Response to Linsley on 'Why Women Were Never Priests'
Published: May 11, 2010 by Maria Gwyn McDowell
John Sanidopoulos, whose posts on tidbits of Orthodox tradition and the Saints I enjoy reading, re-posted an article by Alice Linsley today. Linsley is a former Episcopalian priest who left the priesthood and eventually joined the Orthodox Church. She appears to be a sort of living proof-text used by some Orthodox assure us that women are not called to the priesthood (except, as she says in one explanation of both her call and eventual departure, when men fail to serve. Only then does God call women to serve in this capacity.) Since my response was a bit longer than most comments warrant, I decided to post it here.
Linsley's argument rests entirely on a particular anthropological reading of priesthood and blood purity that was certainly prevalent in some of the cultures mentioned by the author. However, her generalizations regarding all religions and the functions of female priests are certainly dubious, as is the assumption that Christian priesthood is simply a continuation of semitic priesthood. More importantly for the Orthodox Christian, this does not reflect an Orthodox understanding of priesthood (Chrysostom, who she quotes, says nothing about blood purity in his priestly office!) - and has virtually no bearing on the historical reasons (at least those given in the Fathers) for the exclusion of women from the office.
Priesthood within Orthodoxy has changed quite dramatically over the years. All Christian priestly offices have changed over time - Orthodox scholars such as Afanasiev, Schmemann, Meyendorff, Erickson, Bulgakov and Zizioulas all acknowledge changing conceptions of the ordained offices. It is one thing to argue that God initiates something. It is entirely another to argue that God initiates it in a full and final form.
Purity, holiness and blood are indeed ancient semitic concepts. Whether their source is immutable revelation or religious and culturally developed taboos is open to interpretation. What we can say as Orthodox Christians is that this is not primarily how we understand purity and holiness. Blood guilt is simply not how we talk about ancestral sin in Orthodoxy.
Holiness for Orthodox is the result of cooperative participation with God as we are transformed into the likeness of God through Christ in the Spirit. This is deification, becoming fully human in likeness of the One fully human image of God, Christ. The Eucharistic sacrifice, presided over by a member of the community, is no longer a literal blood sacrifice. It is the transformed body of the risen Christ, a vehicle of our Salvation. The Orthodox priesthood is NOT a ritualized (male) killing of a sacrificial lamb. It is, in part, a thanksgiving that such a sacrifice is no longer required as the death and resurrection of Jesus ends such a sacrificial system.

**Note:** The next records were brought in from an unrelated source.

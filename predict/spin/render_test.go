package spin

import (
	"math"
	"testing"
)

// TestRender: a Lorentzian of full width w at half height is I at its
// centre and I/2 at ±w/2 (definition of the line width, common practice, no
// source).
func TestRender(t *testing.T) {
	t.Parallel()
	const field, w = 400.0, 2.0
	lines := []Line{{Hz: 1000, PPM: 2.5, Intensity: 3}}
	// Points exactly at the centre and at ±w/2: step w/2 Hz around 2.5 ppm.
	from, to := 2.5-w/field, 2.5+w/field
	ppm, y := Render(lines, field, from, to, 5, w)
	want := []float64{3.0 / 5, 1.5, 3, 1.5, 3.0 / 5} // I·γ²/(d²+γ²), γ = 1, d = 2, 1, 0, 1, 2
	for i := range want {
		if math.Abs(y[i]-want[i]) > 1e-9 {
			t.Errorf("y(%.5f ppm) = %v, want %v", ppm[i], y[i], want[i])
		}
	}
	if p, y := Render(lines, field, 0, 1, 1, w); p != nil || y != nil {
		t.Error("n < 2 must give nil")
	}
	if lo, hi := Span(lines, 0.1); math.Abs(lo-2.4) > 1e-12 || math.Abs(hi-2.6) > 1e-12 {
		t.Errorf("Span = %v, %v", lo, hi)
	}
}
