package spin

import "testing"

// TestPools: buffers have the asked length; pooled capacities are powers of
// two; small buffers are exact and not kept; a returned buffer is
// handed out again for a request of its class.
func TestPools(t *testing.T) {
	for _, n := range []int{1, minPooled - 1, minPooled, minPooled + 1, 3000} {
		f := getFloats(n)
		if len(f) != n {
			t.Fatalf("getFloats(%d): length %d", n, len(f))
		}
		c := cap(f)
		pooled := n >= minPooled && n <= maxPooled
		if pooled && c&(c-1) != 0 {
			t.Errorf("getFloats(%d): capacity %d, want a power of two", n, c)
		}
		if !pooled && c != n {
			t.Errorf("getFloats(%d): capacity %d, want exact", n, c)
		}
		putFloats(f)
	}
	a := getLines(5000)
	a[0].hz = 42
	putLines(a)
	b := getLines(4097) // same class (8192)
	if cap(b) != 8192 || len(b) != 4097 {
		t.Errorf("getLines(4097): len %d cap %d, want 4097 and 8192", len(b), cap(b))
	}
}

Further, the presence of female deacons in the altar, who received the eucharist with the rest of the clergy as was their prerogative as specially privileged and responsible leaders within the community, belies any notion that Orthodoxy has maintained throughout its history semitic notions of blood purity. Certainly the female diaconate fell out of practice, and Theodore Balsamon asserts that it is ‘obviously’ due to menstrual emissions. However, this was not ‘obvious’ to Christians for over a thousand years, and continues to be quite obscure for many today.

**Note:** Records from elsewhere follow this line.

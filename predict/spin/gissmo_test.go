package spin

import (
	"bufio"
	"encoding/json"
	"fmt"
	"math"
	"os"
	"testing"

	"shiftwise/internal/extdata"
)

// gissmoRecord is one line of shifts/gissmo_spin_systems.jsonl (see
// ../shared/data/SOURCES.md): shifts [[atomID, ppm]], couplings
// [[id1, id2, Hz]].
type gissmoRecord struct {
	File      string      `json:"file"`
	Shifts    [][]float64 `json:"shifts"`
	Couplings [][]float64 `json:"couplings"`
}

// system turns a record into a System: every atom is a count-1 1H group
// (the data gives no grouping; equivalent atoms are merged by Simulate).
// Couplings naming an unknown atom are an error; a repeated pair keeps the
// first value and is counted.
func (r gissmoRecord) system() (System, int, error) {
	var s System
	idx := map[int]int{}
	for _, sh := range r.Shifts {
		if len(sh) != 2 {
			return s, 0, fmt.Errorf("%s: bad shift entry %v", r.File, sh)
		}
		idx[int(sh[0])] = len(s.Groups)
		s.Groups = append(s.Groups, Group{Name: fmt.Sprint(int(sh[0])), ShiftPPM: sh[1], Count: 1})
	}
	seen := map[[2]int]bool{}
	dups := 0
	for _, c := range r.Couplings {
		if len(c) != 3 {
			return s, 0, fmt.Errorf("%s: bad coupling entry %v", r.File, c)
		}
		a, okA := idx[int(c[0])]
		b, okB := idx[int(c[1])]
		if !okA || !okB {
			return s, 0, fmt.Errorf("%s: coupling %v names an unknown atom", r.File, c)
		}
		key := [2]int{min(a, b), max(a, b)}
		if seen[key] || a == b {
			dups++
			continue
		}
		seen[key] = true
		s.Couplings = append(s.Couplings, Coupling{a, b, c[2]})
	}
	return s, dups, nil
}

func readGissmo(t testing.TB) []gissmoRecord {
	t.Helper()
	f, err := os.Open(extdata.Path(t, "shifts/gissmo_spin_systems.jsonl"))
	if err != nil {
		t.Fatal(err)
	}
	defer f.Close()
	var recs []gissmoRecord
	sc := bufio.NewScanner(f)
	sc.Buffer(make([]byte, 1<<20), 1<<20)
	for line := 1; sc.Scan(); line++ {
		var r gissmoRecord
		if err := json.Unmarshal(sc.Bytes(), &r); err != nil {
			t.Fatalf("gissmo line %d: %v", line, err)
		}
		recs = append(recs, r)
	}
	if err := sc.Err(); err != nil {
		t.Fatal(err)
	}
	return recs
}

// TestGissmo simulates every GISSMO spin system (open dataset, parameters
// fitted to experimental metabolite spectra; SOURCES.md) in Auto mode at
// 600 MHz and at a benchtop 60 MHz, where more clusters are strongly
// coupled and the largest are simulated by fragments, and checks the sum
// rule on each: total intensity = number of 1H (physical law of the
// normalisation). Nothing may be refused.
func TestGissmo(t *testing.T) {
	t.Parallel()
	recs := readGissmo(t)
	if len(recs) != 1342 {
		t.Errorf("read %d spin systems, SOURCES.md says 1,342", len(recs))
	}
	for _, field := range []float64{600, 60} {
		failed, dups, notes := 0, 0, 0
		for _, r := range recs {
			sys, d, err := r.system()
			if err != nil {
				t.Error(err)
				continue
			}
			dups += d
			res, err := Simulate(sys, Options{FieldMHz: field})
			if err != nil {
				failed++
				t.Errorf("%s at %g MHz: %v", r.File, field, err)
				continue
			}
			if len(res.Notes) > 0 {
				notes++
				t.Logf("%s at %g MHz: %s", r.File, field, res.Notes)
			}
			if got, want := total(res), float64(len(sys.Groups)); math.Abs(got-want) > sumTol*want {
				t.Errorf("%s at %g MHz: total intensity %v, want %v", r.File, field, got, want)
			}
		}
		t.Logf("%g MHz: %d systems, %d failed, %d with approximations noted, %d repeated couplings skipped", field, len(recs), failed, notes, dups)
	}
}
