//go:build unix

package spin

import (
	"syscall"
	"time"
)

// cpuTime returns the CPU time (user + system) used by the process so far;
// benchmarks report it per operation as cpu-ns/op, which is steadier than
// wall time on a loaded machine.
func cpuTime() time.Duration {
	var ru syscall.Rusage
	if err := syscall.Getrusage(syscall.RUSAGE_SELF, &ru); err != nil {
		return 0
	}
	return time.Duration(ru.Utime.Nano() + ru.Stime.Nano())
}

More importantly, and I think completely at odds with an Orthodox understanding of salvation as deification, is this: What excludes a woman from imaging Christ? Christ, the true high priest, became human that we might become divine, assumed our humanity so that it might be healed. What then prevents any (appropriately skilled and called) human from serving as a priest? Unless of course, we want to argue that Christ did not assume female humanity, in which case, females are not saved. Gregory says to Cledonius, “What is not assumed is not healed.” We give up this core understanding of Christology and salvation every time we imply (much less declare outright!) that women cannot bear the image of Christ.
Finally, the implication that female priests results in the belief that “Abortion is a blessing” is simply a non-sequitur, a empty rhetorical flourish convincing only to those who are seek to argue by demonization, not theology. Some priests, male as well as female may hold this horrible belief, but there is no causal connection.
I trust that Ms. Linsley had good personal reasons for leaving her priesthood. Her letters explaining her decisions emphasize her position as at odds with a number of decisions made in the Episcopal Church, and these reasons are worthy of respectful consideration. However, her choice to leave her priesthood does not exclude all women from a call to the priesthood, any more than the call issued to some men means all men are called. The theological reasons she gives appear to be developed in order to explain the restriction of priesthood to men, but in so doing, it does not reflect an Orthodox theology of priesthood, much less reasons to exclude women. It is unfortunate that the Preacher’s Institute thinks this is viable sermon resource, regardless of what one thinks about women in the priesthood.